7 … Have I not brought up Israel from the land of Egypt, and the Philistines from Caphtor, and the Arameans from Kir?
If we may identify the original Arameans with Terah and Haran, then perhaps Kir is really Ur in the land of the Chaldees south of Babylon. Ur is called Urumma, Urima, or Uru in the inscriptions. It is far to the south of Babylon along the lower Euphrates River.

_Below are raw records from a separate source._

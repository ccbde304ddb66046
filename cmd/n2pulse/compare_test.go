package main

import (
	"bytes"
	"encoding/json"
	"os"
	"path/filepath"
	"strings"
	"testing"

	"gonum.org/v1/gonum/floats/scalar"
)

// TestCompare runs the two shipped designs side by side with one --set for both: the set key
// no longer differs, the stored energy follows ½(C₁+C₂)V² of the example (4 nF + 4 nF at
// 10 kV = 0.4 J, its own design values), every ratio is the quotient of the two values, the
// table names the differing keys in words and display units, and the files are written.
func TestCompare(t *testing.T) {
	t.Parallel()
	a := filepath.Join("..", "..", "data", "designs", "example.toml")
	b := filepath.Join("..", "..", "data", "designs", "board.toml")
	dir := t.TempDir()
	var out, errb bytes.Buffer
	args := []string{"compare", a, b, "--set", "circuit.charge_voltage=10kV", "--set", "numerics.cells=60", "--out", dir, "--json"}
	if code := run(args, &out, &errb); code != 0 {
		t.Fatalf("exit %d: %s", code, errb.String())
	}
	var c struct {
		Designs []struct {
			Name    string         `json:"name"`
			Summary map[string]any `json:"summary"`
		} `json:"designs"`
		Differ []struct {
			Key    string   `json:"key"`
			Values []string `json:"values"`
		} `json:"differing_keys"`
		Metrics []struct {
			Metric string     `json:"metric"`
			Values []float64  `json:"values"`
			Ratios []*float64 `json:"ratio_to_first"`
		} `json:"metrics"`
		Files []string `json:"files"`
	}
	if err := json.Unmarshal(out.Bytes(), &c); err != nil {
		t.Fatalf("%v\n%s", err, out.String())
	}
	if len(c.Designs) != 2 {
		t.Fatalf("%d designs, want 2", len(c.Designs))
	}
	if stored := c.Designs[0].Summary["stored_energy_J"].(float64); !scalar.EqualWithinAbsOrRel(stored, 0.4, 0, 1e-12) {
		t.Errorf("stored energy of A %g J, want 0.4 J", stored)
	}
	gap := false
	for _, k := range c.Differ {
		if k.Key == "circuit.charge_voltage" {
			t.Errorf("charge voltage differs after --set applied to both: %v", k.Values)
		}
		gap = gap || (k.Key == "channel.gap" && k.Values[0] == "0.0015" && k.Values[1] == "0.002")
	}
	if !gap {
		t.Errorf("channel.gap 1.5 mm against 2 mm not among the differing keys: %+v", c.Differ)
	}
	for _, m := range c.Metrics {
		if m.Values[0] == 0 {
			continue
		}
		if m.Ratios[1] == nil || !scalar.EqualWithinAbsOrRel(*m.Ratios[1], m.Values[1]/m.Values[0], 0, 1e-12) {
			t.Errorf("%s: ratio %v, want %g", m.Metric, m.Ratios[1], m.Values[1]/m.Values[0])
		}
	}
	if len(c.Files) != 4 {
		t.Errorf("files %v, want compare.csv, .png, .svg, report.html", c.Files)
	}
	if html, err := os.ReadFile(filepath.Join(dir, "report.html")); err != nil || !strings.Contains(string(html), `<figure id="compare">`) ||
		!strings.Contains(string(html), "<h2>Keys that differ</h2>") || !strings.Contains(string(html), "channel gap (channel.gap)") {
		t.Errorf("compare report.html: %v, or it lacks the figure or the differing keys", err)
	}
	for _, f := range c.Files {
		if st, err := os.Stat(f); err != nil || st.Size() == 0 {
			t.Errorf("%s: %v", f, err)
		}
	}

	out.Reset()
	errb.Reset()
	if code := run([]string{"compare", a, b, "--set", "numerics.cells=60", "--out", ""}, &out, &errb); code != 0 {
		t.Fatalf("table: exit %d: %s", code, errb.String())
	}
	text := out.String()
	for _, want := range []string{"A: bench-top atmospheric Blumlein", "keys that differ", "channel gap", "1.5 mm", "2 mm", "charge voltage", "14 kV", "12 kV", "B / A", "pulse energy, both ends", "Caution"} {
		if !strings.Contains(text, want) {
			t.Errorf("no %q in the table:\n%s", want, text)
		}
	}
	if strings.Contains(text, "circuit.charge_voltage") || strings.Contains(text, "energy_total_J") {
		t.Errorf("raw key names in the table:\n%s", text)
	}
	if code := run([]string{"compare", a}, &out, &errb); code != 2 {
		t.Errorf("one design: exit %d, want 2", code)
	}
}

The Syrian city of Edessa, which I mentioned earlier, was the Greek name for Urfa, or Oorfa, before the Greeks renamed it. It seems feasible that when Terah and Haran moved from Ur in Chaldea, they eventually founded a city named Urfa (New Ur?), as men have often done in history.
Knowing this history, the Assyrians repatriated the people of Damascus to Kir, the southern city of Ur, from whence Terah, Haran, and Abram had immigrated many centuries earlier.
If so, we might derive from this the lesson that those who had followed the command of God in a partial manner (Terah and Haran) ended up returning to their place of origin. The same lesson can be seen in the story of the exodus, for many Israelites complained and wanted to return to Egypt. Only those who truly had a heart for God and who endured to the end would enjoy the blessing of God.